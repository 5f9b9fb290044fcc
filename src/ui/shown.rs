//! Values as they are shown: text, ink, and how a screen reader says both.

use super::markup::tag;
use super::spot::Traced;
use crate::assume::Assumption;
use crate::quantity::{Kind, Unit};
use crate::sheet::{Drafts, Entry, Record, UnitSystem};
use crate::words::{self, page};
use crate::working::{Amount, Grade, Ink, MarginNote, Origin, Place};
use leptos::prelude::*;

/// What stands at a place.
#[derive(Debug, Clone, PartialEq)]
pub(super) enum Shown {
    /// A text which was typed and not taken.
    Refused(String),
    /// A value in its ink.
    Value(Ink, String),
    /// Nothing.
    Nothing,
}

impl Shown {
    /// The text, empty where nothing stands.
    pub(super) fn text(&self) -> &str {
        match self {
            Shown::Refused(text) | Shown::Value(_, text) => text,
            Shown::Nothing => "",
        }
    }

    /// The class which gives the text its ink.
    pub(super) const fn class(&self) -> &'static str {
        match self {
            Shown::Refused(_) => "refused",
            Shown::Value(ink, _) => ink_class(*ink),
            Shown::Nothing => "nothing",
        }
    }

    /// What a screen reader adds to the text: the ink, where it is not that of worked values.
    pub(super) const fn spoken(&self) -> &'static str {
        match self {
            Shown::Refused(_) => page::refused_label(),
            Shown::Value(Ink::Worked, _) | Shown::Nothing => "",
            Shown::Value(ink, _) => words::ink(*ink),
        }
    }

    /// The text of which a typed change starts: what the person typed, never what was filled in.
    pub(super) fn typed(&self) -> &str {
        match self {
            Shown::Refused(text) | Shown::Value(Ink::Entered, text) => text,
            Shown::Value(..) | Shown::Nothing => "",
        }
    }
}

/// The class of an ink.
pub(super) const fn ink_class(ink: Ink) -> &'static str {
    match ink {
        Ink::Entered => "entered",
        Ink::Assumed => "assumed",
        Ink::Worked => "worked",
    }
}

/// What a place holds and what stands in for it: the parts of which [`Shown`] is made.
#[derive(Clone, Copy)]
pub(super) struct Holding<'a> {
    /// What was entered for its holder, where the holder is there.
    pub(super) record: Option<&'a Record>,
    /// What was refused, of this holder at least.
    pub(super) drafts: &'a Drafts,
    /// What was assumed, for this holder at least.
    pub(super) assumptions: &'a [Assumption],
    /// The units.
    pub(super) system: UnitSystem,
}

/// How a value is written.
#[derive(Clone, Copy, PartialEq, Eq)]
pub(super) enum Writing {
    /// Without its unit, which stands in the head or behind the field.
    Bare,
    /// With its unit.
    WithUnit,
    /// As a part of its sentence.
    InSentence,
}

impl Holding<'_> {
    /// What stands at `place`, with `worked` where nothing was entered but a value follows from others.
    pub(super) fn at(self, place: Place, worked: Option<&Traced>, writing: Writing) -> Shown {
        match self.drafts.get(&place) {
            Some(draft) => Shown::Refused(draft.clone()),
            None => self.counting(place, worked, writing),
        }
    }

    /// As [`Holding::at`], but what counts: texts which were refused count for nothing.
    pub(super) fn counting(self, place: Place, worked: Option<&Traced>, writing: Writing) -> Shown {
        let field = place.field;
        if let Some(entered) = self.record.and_then(|record| record.get(field)) {
            return Shown::Value(Ink::Entered, self.entered(place, entered, writing));
        }
        if let Some(traced) = worked {
            let text = match writing {
                Writing::Bare => words::amount_of_field(field, traced.amount, self.system),
                _ => words::amount_of_field_with_unit(field, traced.amount, self.system),
            };
            return Shown::Value(traced.ink(), text);
        }
        let assumed = self.assumptions.iter().find(|known| known.place == place);
        match assumed {
            Some(known) => {
                let write = match writing {
                    Writing::Bare => words::assumed,
                    Writing::WithUnit => words::assumed_with_unit,
                    Writing::InSentence => words::assumed_in_sentence,
                };
                Shown::Value(Ink::Assumed, write(field, &known.value, self.system))
            }
            None => Shown::Nothing,
        }
    }

    fn entered(self, place: Place, entered: &Entry, writing: Writing) -> String {
        let write = match writing {
            Writing::Bare => words::entry,
            Writing::WithUnit => words::entry_with_unit,
            Writing::InSentence => words::entry_in_sentence,
        };
        write(place.field, entered, self.system)
    }
}

/// The text of a worked value with its unit.
pub(super) fn text_with_unit(traced: &Traced, system: UnitSystem) -> String {
    match &traced.origin {
        Origin::Figure(figure) => words::figure(figure, system),
        _ => words::amount(traced.amount, system),
    }
}

/// The text of a worked value without its unit, which stands in the head; shares in per cent.
pub(super) fn bare_text(amount: Amount, system: UnitSystem) -> String {
    match amount {
        Amount::Measured {
            si,
            kind: Kind::Ratio,
        } => words::bare_in(si, Unit::PerCent),
        amount => words::bare(amount, system),
    }
}

/// A worked value in its ink, without its unit.
pub(super) fn bare(traced: &Traced, system: UnitSystem) -> Shown {
    Shown::Value(traced.ink(), bare_text(traced.amount, system))
}

/// The mark of a grade: its shape and its word, the same in the row, in the margin and in print.
pub(super) fn grade_mark(grade: Grade) -> AnyView {
    mark(grade_class(grade), words::grade(grade))
}

/// A mark: a shape, which its class gives, and a word.
pub(super) fn mark(class: &'static str, word: &'static str) -> AnyView {
    tag("SPAN")
        .class(class)
        .with(tag("I").set("aria-hidden", "true"))
        .text(word)
        .done()
}

/// The class of a grade's mark.
pub(super) const fn grade_class(grade: Grade) -> &'static str {
    match grade {
        Grade::Stop => "mark stop",
        Grade::Query => "mark query",
        Grade::Note => "mark note",
    }
}

/// The grades among notes, each once, gravest first.
pub(super) fn grades<'a>(notes: impl Iterator<Item = &'a MarginNote>) -> Vec<Grade> {
    let mut grades: Vec<Grade> = notes.map(|note| note.grade).collect();
    grades.sort();
    grades.dedup();
    grades
}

__To do__
All of the data above needs to be transcribed verbatim.

__Your response__
repository 5f9b9fb290044fcc
filename src/ui/shown.rs
//! Values as they are shown: text, ink, and how a screen reader says both.

use super::markup::tag;
use super::spot::Traced;
use crate::assume::Assumption;
use crate::quantity::{Kind, Unit};
use crate::sheet::{Drafts, Entry, Record, UnitSystem};
use crate::words::{self, page};
use crate::working::{Amount, Grade, Ink, MarginNote, Origin, Place};
use leptos::prelude::*;

/// What stands at a place.
#[derive(Debug, Clone, PartialEq)]
pub(super) enum Shown {
    /// A text which was typed and not taken.
    Refused(String),
    /// A value in its ink.
    Value(Ink, String),
    /// Nothing.
    Nothing,
}

impl Shown {
    /// The text, empty where nothing stands.
    pub(super) fn text(&self) -> &str {
        match self {
            Shown::Refused(text) | Shown::Value(_, text) => text,
            Shown::Nothing => "",
        }
    }

    /// The class which gives the text its ink.
    pub(super) const fn class(&self) -> &'static str {
        match self {
            Shown::Refused(_) => "refused",
            Shown::Value(ink, _) => ink_class(*ink),
            Shown::Nothing => "nothing",
        }
    }

    /// What a screen reader adds to the text: the ink, where it is not that of worked values.
    pub(super) const fn spoken(&self) -> &'static str {
        match self {
            Shown::Refused(_) => page::refused_label(),
            Shown::Value(Ink::Worked, _) | Shown::Nothing => "",
            Shown::Value(ink, _) => words::ink(*ink),
        }
    }

    /// The text of which a typed change starts: what the person typed, never what was filled in.
    pub(super) fn typed(&self) -> &str {
        match self {
            Shown::Refused(text) | Shown::Value(Ink::Entered, text) => text,
            Shown::Value(..) | Shown::Nothing => "",
        }
    }
}

/// The class of an ink.
pub(super) const fn ink_class(ink: Ink) -> &'static str {
    match ink {
        Ink::Entered => "entered",
        Ink::Assumed => "assumed",
        Ink::Worked => "worked",
    }
}

/// What a place holds and what stands in for it: the parts of which [`Shown`] is made.
#[derive(Clone, Copy)]
pub(super) struct Holding<'a> {
    /// What was entered for its holder, where the holder is there.
    pub(super) record: Option<&'a Record>,
    /// What was refused, of this holder at least.
    pub(super) drafts: &'a Drafts,
    /// What was assumed, for this holder at least.
    pub(super) assumptions: &'a [Assumption],
    /// The units.
    pub(super) system: UnitSystem,
}

/// How a value is written.
#[derive(Clone, Copy, PartialEq, Eq)]
pub(super) enum Writing {
    /// Without its unit, which stands in the head or behind the field.
    Bare,
    /// With its unit.
    WithUnit,
    /// As a part of its sentence.
    InSentence,
}

impl Holding<'_> {
    /// What stands at `place`, with `worked` where nothing was entered but a value follows from others.
    pub(super) fn at(self, place: Place, worked: Option<&Traced>, writing: Writing) -> Shown {
        match self.drafts.get(&place) {
            Some(draft) => Shown::Refused(draft.clone()),
            None => self.counting(place, worked, writing),
        }
    }

    /// As [`Holding::at`], but what counts: texts which were refused count for nothing.
    pub(super) fn counting(self, place: Place, worked: Option<&Traced>, writing: Writing) -> Shown {
        let field = place.field;
        if let Some(entered) = self.record.and_then(|record| record.get(field)) {
            return Shown::Value(Ink::Entered, self.entered(place, entered, writing));
        }
        if let Some(traced) = worked {
            let text = match writing {
                Writing::Bare => words::amount_of_field(field, traced.amount, self.system),
                _ => words::amount_of_field_with_unit(field, traced.amount, self.system),
            };
            return Shown::Value(traced.ink(), text);
        }
        let assumed = self.assumptions.iter().find(|known| known.place == place);
        match assumed {
            Some(known) => {
                let write = match writing {
                    Writing::Bare => words::assumed,
                    Writing::WithUnit => words::assumed_with_unit,
                    Writing::InSentence => words::assumed_in_sentence,
                };
                Shown::Value(Ink::Assumed, write(field, &known.value, self.system))
            }
            None => Shown::Nothing,
        }
    }

    fn entered(self, place: Place, entered: &Entry, writing: Writing) -> String {
        let write = match writing {
            Writing::Bare => words::entry,
            Writing::WithUnit => words::entry_with_unit,
            Writing::InSentence => words::entry_in_sentence,
        };
        write(place.field, entered, self.system)
    }
}

/// The text of a worked value with its unit.
pub(super) fn text_with_unit(traced: &Traced, system: UnitSystem) -> String {
    match &traced.origin {
        Origin::Figure(figure) => words::figure(figure, system),
        _ => words::amount(traced.amount, system),
    }
}

/// The text of a worked value without its unit, which stands in the head; shares in per cent.
pub(super) fn bare_text(amount: Amount, system: UnitSystem) -> String {
    match amount {
        Amount::Measured {
            si,
            kind: Kind::Ratio,
        } => words::bare_in(si, Unit::PerCent),
        amount => words::bare(amount, system),
    }
}

/// A worked value in its ink, without its unit.
pub(super) fn bare(traced: &Traced, system: UnitSystem) -> Shown {
    Shown::Value(traced.ink(), bare_text(traced.amount, system))
}

/// The mark of a grade: its shape and its word, the same in the row, in the margin and in print.
pub(super) fn grade_mark(grade: Grade) -> AnyView {
    mark(grade_class(grade), words::grade(grade))
}

/// A mark: a shape, which its class gives, and a word.
pub(super) fn mark(class: &'static str, word: &'static str) -> AnyView {
    tag("SPAN")
        .class(class)
        .with(tag("I").set("aria-hidden", "true"))
        .text(word)
        .done()
}

/// The class of a grade's mark.
pub(super) const fn grade_class(grade: Grade) -> &'static str {
    match grade {
        Grade::Stop => "mark stop",
        Grade::Query => "mark query",
        Grade::Note => "mark note",
    }
}

/// The grades among notes, each once, gravest first.
pub(super) fn grades<'a>(notes: impl Iterator<Item = &'a MarginNote>) -> Vec<Grade> {
    let mut grades: Vec<Grade> = notes.map(|note| note.grade).collect();
    grades.sort();
    grades.dedup();
    grades
}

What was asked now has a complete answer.